犹越人视秦人之肥瘠:春秋时代越秦两国相距遥远,中间又隔着辽阔的楚国。因此,相互关系不多,彼此也不太关心。
悻悻(xìng):恼怒的样子。
蛬(tiǎn):厚着脸皮。
【译文】
士人君子要建立功名,侍奉主人,既然被称作知己,那就应当竭尽智谋,诚恳地加以劝告,巧妙地加以开导,在祸患还未显露时就消除它。在动乱发生之前保住社会的治安,使自己不受损害,主人没有危险。活着是著名的忠臣,死后做高尚的鬼魂,流芳百世,照耀史册,这才是完美的士人。如果遇到知己,不能拯救危难于动乱之前,而在事情失败之后才去献身自尽,沽名钓誉,迷惑世人,夸耀于社会,这在君子看来,都是不足取的。

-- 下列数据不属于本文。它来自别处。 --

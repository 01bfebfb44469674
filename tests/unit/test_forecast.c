/* Forecast of days to a target: closed form for a vertical-walled pond
 * (worked by hand), and an independent day-by-day evolution of a sloped
 * pond (explicit time stepping of the same water balance) against the
 * integral the forecast evaluates. */
#include <math.h>
#include <setjmp.h>
#include <stdarg.h>
#include <stddef.h>
#include <stdio.h>
#include <cmocka.h>

#include "hydro_near.h"

#include "hc_balance.h"
#include "hc_forecast.h"
#include "hydro_demo_curve.h"

static hc_brine_curve curve;

static int setup_curve(void **unused)
{
    (void)unused;
    curve = *hydro_demo_curve();
    return hc_curve_check(&curve, NULL) == HC_OK ? 0 : -1;
}

static void vertical_walls_closed_form(void **unused)
{
    (void)unused;
    /* Vertical walls: the area is constant, so W(t) = W0 - rho_d A E t and
     * CF = W0 CF0 / W give t = W0 (1 - CF0/CF1) / (rho_d A E) (worked by
     * hand from hc_forecast.h's model). */
    hc_pond_shape shape = {.is_table = 0, .prism = {50000, 0, 0, 1.5}};
    hc_forecast_input in = {&shape, &curve, 0.60, 1.5, 5.0, 0, 0};
    hc_curve_point now;
    assert_int_equal(hc_curve_at_cf(&curve, 1.5, &now), HC_OK);
    double w0 = 0.60 * 50000 * now.density_kg_m3 / (1 + now.dissolved_kg_per_kg_water);
    double expect = w0 * (1 - 1.5 / 4.0) / (1000 * 50000 * 0.005);
    double days;
    assert_int_equal(hc_forecast_days_to_cf(&in, 4.0, &days), HC_OK);
    assert_near(days, expect, 1e-6 * expect);
    /* Through density: the curve's density at CF 4 gives the same answer. */
    hc_curve_point target;
    hc_curve_at_cf(&curve, 4.0, &target);
    assert_int_equal(hc_forecast_days_to_density(&in, target.density_kg_m3, &days), HC_OK);
    assert_near(days, expect, 1e-6 * expect);
}

/* The independent evolution: explicit steps of dt days, each removing
 * rho_d A(h) E(CF) dt of water, until CF reaches the target. */
static double evolve(const hc_forecast_input *in, double cf_target, double dt)
{
    hc_curve_point pt;
    hc_curve_at_cf(in->curve, in->cf, &pt);
    double v, f0 = 1, t = 0;
    hc_shape_at_level(in->shape, in->level_m, &v, NULL);
    double w0 = v * pt.density_kg_m3 / (1 + pt.dissolved_kg_per_kg_water), w = w0;
    if (in->scale_by_activity)
        hc_evaporation_activity_factor(pt.water_activity, in->relative_humidity, &f0);
    for (long step = 0; step < 10000000; step++) {
        double cf = w0 * in->cf / w;
        if (cf >= cf_target)
            return t;
        hc_curve_at_cf(in->curve, cf, &pt);
        double h, a, f = 1;
        hc_shape_level_of_volume(in->shape, w * (1 + pt.dissolved_kg_per_kg_water) / pt.density_kg_m3,
                                 &h);
        hc_shape_at_level(in->shape, h, NULL, &a);
        if (in->scale_by_activity)
            hc_evaporation_activity_factor(pt.water_activity, in->relative_humidity, &f);
        double dw = 1000 * a * in->net_evap_mm_day / 1000 * (f / f0) * dt;
        double cf_next = w0 * in->cf / (w - dw);
        if (cf_next >= cf_target) /* land on the target inside the step */
            return t + dt * (w - w0 * in->cf / cf_target) / dw;
        w -= dw;
        t += dt;
    }
    return NAN;
}

static void matches_step_by_step_evolution(void **unused)
{
    (void)unused;
    /* A 4 ha concentrator with 3:1 dikes, 0.8 m deep at CF 2, 6 mm/day,
     * slowing with water activity under RH 0.5: forecast to the halite
     * point of the curve, then on into the crystalliser range. */
    hc_pond_shape shape = {.is_table = 0, .prism = {40000, 0, 3, 1.5}};
    hc_forecast_input in = {&shape, &curve, 0.80, 2.0, 6.0, 1, 0.5};
    const double targets[] = {5.0, 9.8, 14.0};
    for (int i = 0; i < 3; i++) {
        double days;
        assert_int_equal(hc_forecast_days_to_cf(&in, targets[i], &days), HC_OK);
        double ref = evolve(&in, targets[i], 0.001);
        printf("# forecast to CF %.1f: %.3f days, step-by-step evolution %.3f days\n",
               targets[i], days, ref);
        assert_true(isfinite(ref));
        assert_near(days, ref, 0.01);
    }
}

static void edge_cases(void **unused)
{
    (void)unused;
    hc_pond_shape shape = {.is_table = 0, .prism = {40000, 0, 3, 1.5}};
    double days;
    /* Already there. */
    hc_forecast_input in = {&shape, &curve, 0.80, 5.0, 6.0, 0, 0};
    assert_int_equal(hc_forecast_days_to_cf(&in, 4.0, &days), HC_OK);
    assert_near(days, 0, 0);
    /* Net gain of water: never. */
    in.net_evap_mm_day = -1;
    assert_int_equal(hc_forecast_days_to_cf(&in, 8.0, &days), HC_OK);
    assert_true(isinf(days));
    /* Humid air stalls the brine before CF 30 (a_w falls below 0.7). */
    hc_forecast_input humid = {&shape, &curve, 0.80, 2.0, 6.0, 1, 0.7};
    assert_int_equal(hc_forecast_days_to_cf(&humid, 30.0, &days), HC_OK);
    assert_true(isinf(days));
    /* Beyond the curve. */
    in.net_evap_mm_day = 6;
    assert_int_equal(hc_forecast_days_to_cf(&in, 80.0, &days), HC_ERR_DOMAIN);
    /* A surveyed pond whose table starts at 0.2 m runs out of survey
     * (too shallow to say) before CF 30 from 0.25 m. */
    const double lv[] = {0.2, 0.6, 1.0}, vv[] = {8000, 24000, 40000};
    hc_pond_shape table = {.is_table = 1, .table = {3, lv, vv, NULL}};
    hc_forecast_input shallow = {&table, &curve, 0.25, 2.0, 6.0, 0, 0};
    assert_int_equal(hc_forecast_days_to_cf(&shallow, 30.0, &days), HC_ERR_DOMAIN);
    /* Missing or negative inputs. */
    hc_forecast_input bad = in;
    bad.level_m = NAN;
    assert_int_equal(hc_forecast_days_to_cf(&bad, 8.0, &days), HC_ERR_NOT_FINITE);
    bad = in;
    bad.level_m = -0.1;
    assert_int_equal(hc_forecast_days_to_cf(&bad, 8.0, &days), HC_ERR_NEGATIVE);
    bad = in;
    bad.curve = NULL;
    assert_int_equal(hc_forecast_days_to_cf(&bad, 8.0, &days), HC_ERR_ARGUMENT);
    assert_int_equal(hc_forecast_days_to_density(&in, 990, &days), HC_ERR_DOMAIN);
}

static void rate_spread(void **unused)
{
    (void)unused;
    /* Worked by hand: {5, 6, 7} has mean 6 and sample s.d. 1. */
    const double r[] = {5, 6, 7};
    double lo, mean, hi;
    assert_int_equal(hc_rate_spread(r, 3, 1.0, &lo, &mean, &hi), HC_OK);
    assert_near(mean, 6, 1e-12);
    assert_near(lo, 5, 1e-12);
    assert_near(hi, 7, 1e-12);
    assert_int_equal(hc_rate_spread(r, 1, 1.0, &lo, &mean, &hi), HC_OK);
    assert_near(lo, hi, 0);
    assert_int_equal(hc_rate_spread(r, 0, 1.0, &lo, &mean, &hi), HC_ERR_ARGUMENT);
    const double bad[] = {5, NAN};
    assert_int_equal(hc_rate_spread(bad, 2, 1.0, &lo, &mean, &hi), HC_ERR_NOT_FINITE);
}

static void curve_checks(void **unused)
{
    (void)unused;
    size_t row;
    double cf2[] = {1, 2, 1.5}, rho2[] = {1025, 1050, 1060}, s2[] = {0.03, 0.06, 0.09},
           d2[] = {0, 0, 0};
    hc_brine_curve bad = {3, cf2, rho2, s2, d2, NULL};
    assert_int_equal(hc_curve_check(&bad, &row), HC_ERR_ARGUMENT);
    assert_int_equal(row, 2);
    /* Deposit per CF worked by hand: 1000 kg water at CF 12 going to CF 20
     * deposits 1000 * 12 * (D(20) - D(12)). */
    hc_curve_point a, b;
    hc_curve_at_cf(&curve, 12, &a);
    hc_curve_at_cf(&curve, 20, &b);
    double kg;
    assert_int_equal(hc_curve_deposit_between(&curve, 1000, 12, 20, &kg), HC_OK);
    assert_near(kg, 12000 * (b.deposited_kg_per_kg_feed_water - a.deposited_kg_per_kg_feed_water),
                1e-9);
    assert_true(kg > 0);
}

int main(void)
{
    const struct CMUnitTest tests[] = {
        cmocka_unit_test(vertical_walls_closed_form),
        cmocka_unit_test(matches_step_by_step_evolution),
        cmocka_unit_test(edge_cases),
        cmocka_unit_test(rate_spread),
        cmocka_unit_test(curve_checks),
    };
    return cmocka_run_group_tests(tests, setup_curve, NULL);
}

我曾经因此评论过豫让。豫让做智伯的家臣,等到赵襄子杀了智伯,豫让为他报仇,名声显赫,即使是平民百姓,也没有一个不知道他是忠臣义士的。唉!豫让的死当然可以称为忠了,可惜,在怎样死的方式上还有不忠的表现。为什么呢?看他漆身吞炭,对他朋友说:“我做的事情都特别难,我是想用这种做法使天下后世做臣子而怀有二心的人感到羞愧。”这能说他不忠吗?等看到他连续三次跳起来,用剑来刺赵襄子的衣服,赵襄子责备他不为中行氏而死,却单单为智伯而死的时候,豫让回答说:“中行氏像对待一般人那样对待我,所以我就要像一般人那样去报答他;智伯把我当国士对待,所以我就要像国士一样报答他。”就此而论,豫让就有不足之处了。段规侍奉韩康子,任章侍奉魏献子,并没有听说待他们如同国士,可是段规、任章却尽力劝说他们的主人顺从智伯的无理要求,割给智伯土地,使他志气骄盛,从而使他更快地灭亡。郗疵侍奉智伯,智伯也没有待他如同国士,可是郗疵却能洞察韩、魏的企图来劝谏智伯。虽然智伯不采纳他的意见以至于灭亡,但是郗疵的智谋忠告,已经是无愧于心了。豫让既然自己认为智伯待他如同国士了,所谓国士,是为国家济困扶危的人。当智伯对土地贪得无厌之日,放纵情欲,荒淫暴虐之时,作为豫让,正应竭力来尽自己的职责,耐心地劝谏自己的主人说:“诸侯大夫应各自安心守着自己分内的土地,不要互相侵夺,这是自古以来的规矩。如今,无缘无故地向人家索取土地,人家不给,就要产生忿恨之心;人家给了,就产生骄横之心。忿恨必然会引起争斗,争斗必然会失败;骄横必然傲视一切,傲视一切必然导致灭亡。”非常耐心诚恳地劝谏,一次不听,再来第二次,第二次不听,再来第三次,第三次劝谏还不听从,再把那伏剑而死的行动安排在这个时候。这样一来,智伯虽然顽固愚昧,但受至诚之心的感动,也许会重新醒悟,从而与韩、魏讲和,解除赵国的围困,保全智氏的宗族,使他们能香火不断,延续不绝。假如这样,豫让虽死犹生,难道不胜过斩衣而死吗?但豫让在那时,竟连一句开导主人,使他醒悟的话都没说。看着智伯的危亡,就像越人远远地看秦人的肥瘦一样。袖手旁观,坐待成败,国士的报答竟然能像这个样子吗?直到智伯已死,才压抑不住愤怒的血气,甘心情愿地加入刺客的行列,这有什么可以值得称道的呢?有什么可以值得称道的呢?
虽然,用国士的标准来评价豫让,豫让的确是不配的了。可是同那些早晨还是仇敌,晚上就变成了君臣,厚着脸皮自以为得意的人相比,他们又都是豫让的罪人了。唉!